If you are to have such a wealth of data at your disposal in one, two or even three decades, architectural design and data collection must start today. Internet giants such as Amazon or Google have long since understood this. The pioneers of big data are primarily concerned with collecting the largest volume of data possible and managing it in a flexible manner.

What these data might eventually be good for is a question that can be addressed in ten years time. The reasons for Google’s entry into the car industry, robotics and the field of home technology have to be judged with this in mind. In all three cases, it’s not primarily to sell hardware, but rather for the ownership of data produced by that hardware.

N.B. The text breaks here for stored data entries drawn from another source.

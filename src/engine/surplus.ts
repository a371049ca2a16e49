/**
 * Rows with more cells than the header of which the surplus is empty, such as `1,a,1,` under three columns. The engine's
 * reader lets them pass, though such a row cannot be read (DESIGN 4, rule 1). They are looked for in the bytes, which are
 * read for the fingerprint anyhow: nearly all pieces hold no delimiter at the end of a line, or none that need be looked at.
 */
export interface SurplusFinder {
  /** The next piece of the file's bytes, decompressed. */
  add(piece: Uint8Array): void;
  /** Whether there is such a row; no more pieces come. */
  end(): boolean;
}

const [QUOTE, LF, CR, SPACE] = [0x22, 0x0a, 0x0d, 0x20];
const BYTE_ORDER_MARK = [0xef, 0xbb, 0xbf];

/** Where the scan stands in a record: before a cell, before one after a space, in one, in its quotes, after them. */
const [START, AFTER_SPACE, PLAIN, QUOTED, CLOSED] = [0, 1, 2, 3, 4];

/**
 * By the grammar of records.ts. A record that is spoilt by its quotes may end elsewhere here: such a file is cut in Node in
 * any case.
 */
export function surplusFinder(delimiter: "," | "\t", width: number): SurplusFinder {
  const comma = delimiter.charCodeAt(0);
  const ends = [Buffer.from([comma, LF]), Buffer.from([comma, CR])];
  let place: number = START;
  let delimiters = 0;
  // Delimiters in a row that end what was read of the record.
  let tail = 0;
  let isBlank = true;
  let isHeader = true;
  let isFound = false;
  let isFirst = true;

  const endRecord = () => {
    if (!isBlank) {
      const surplus = delimiters + 1 - width;
      if (!isHeader && surplus > 0 && tail >= surplus) isFound = true;
      isHeader = false;
    }
    place = START;
    delimiters = 0;
    tail = 0;
    isBlank = true;
  };

  /** @returns where it stopped: at the end, or behind the first line end if asked so */
  const scan = (bytes: Uint8Array, from: number, toLineEnd: boolean): number => {
    let at = from;
    while (at < bytes.length) {
      if (place === QUOTED) {
        const closing = bytes.indexOf(QUOTE, at);
        if (closing < 0) return bytes.length;
        place = CLOSED;
        at = closing + 1;
        continue;
      }
      at = scanPlain(bytes, at);
      if (at === bytes.length || bytes[at] === QUOTE) {
        if (at < bytes.length) place = QUOTED;
        at += 1;
        continue;
      }
      endRecord();
      at += 1;
      if (toLineEnd) return at;
    }
    return bytes.length;
  };

  /**
   * Outside quotes, up to an opening quote or a line end: the loop that costs, so all in local variables.
   * @returns where that stands; behind the bytes if nowhere
   */
  const scanPlain = (bytes: Uint8Array, from: number): number => {
    let [now, some, ending] = [place, delimiters, tail];
    let at = from;
    for (; at < bytes.length; at++) {
      const byte = bytes[at];
      if (byte === comma) {
        some += 1;
        ending += 1;
        now = START;
      } else if (byte === LF || byte === CR) break;
      else {
        ending = 0;
        if (byte === QUOTE && now !== PLAIN) break;
        if (byte === SPACE && now === START) now = AFTER_SPACE;
        else if (byte !== SPACE || now !== CLOSED) now = PLAIN;
      }
    }
    // Of a record all that is read before its end, a quote that opens a cell too.
    if (at > from || (at < bytes.length && bytes[at] === QUOTE)) isBlank = false;
    [place, delimiters, tail] = [now, some, ending];
    return at;
  };

  return {
    add: (piece) => {
      if (isFound || piece.length === 0) return;
      const bytes = Buffer.from(piece.buffer, piece.byteOffset, piece.byteLength);
      const hasMark = isFirst && BYTE_ORDER_MARK.every((byte, i) => bytes[i] === byte);
      const from = hasMark ? BYTE_ORDER_MARK.length : 0;
      isFirst = false;
      const isPlain = place !== QUOTED && !isHeader && !bytes.includes(QUOTE);
      const next = scan(bytes, from, isPlain);
      if (next === bytes.length) return;
      // Of the whole records without a quote only those matter that end with a delimiter and have too many of them.
      const last = Math.max(next, bytes.lastIndexOf(LF) + 1, bytes.lastIndexOf(CR) + 1);
      if (ends.some((end) => bytes.includes(end)) && hasSurplus(bytes, next, last, comma, width)) isFound = true;
      scan(bytes, last, false);
    },
    end: () => {
      if (place !== QUOTED) endRecord();
      return isFound;
    },
  };
}

/** Whether one of the records between two line ends, none with a quote, has surplus empty cells: the loop that costs. */
function hasSurplus(bytes: Uint8Array, from: number, to: number, comma: number, width: number): boolean {
  let delimiters = 0;
  for (let at = from; at < to; at++) {
    const byte = bytes[at];
    if (byte === comma) delimiters += 1;
    else if (byte === LF || byte === CR) {
      if (delimiters >= width && endsWithDelimiters(bytes, at, delimiters + 1 - width, comma)) return true;
      delimiters = 0;
    }
  }
  return false;
}

function endsWithDelimiters(bytes: Uint8Array, end: number, some: number, comma: number): boolean {
  for (let at = end - some; at < end; at++) if (bytes[at] !== comma) return false;
  return true;
}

Someone building a house doesn’t start planning the project when laying the roof tiles. The architecture and design of the structure are defined long before the first excavator arrives at the site. Perhaps the vision itself arises even before purchase of the actual plot. Of course, there will be adjustments made during the building process. The building site itself may hold in store the odd surprise, or a window may need to be shifted just a few centimetres to gain a better view.

Just like a building plan, a data architecture must not be carved in stone by default. Now is the time to start laying the foundations for what you might want to be doing in 10 years time. Start early, plan ahead, and leave time for things to mature. Take the time now to prepare better and earlier than your current and newly emerging competitors.

Horváth & Partners and E-3 Magazine (German) November 2015

About the author

Michael Mattern, Horváth & Partners

Michael Mattern is Principal Enterprise Architect and coach (ERP, BW and S/4). He works as a senior expert for Horváth & Partners, an international management consultancy specialising in business management and performance optimisation.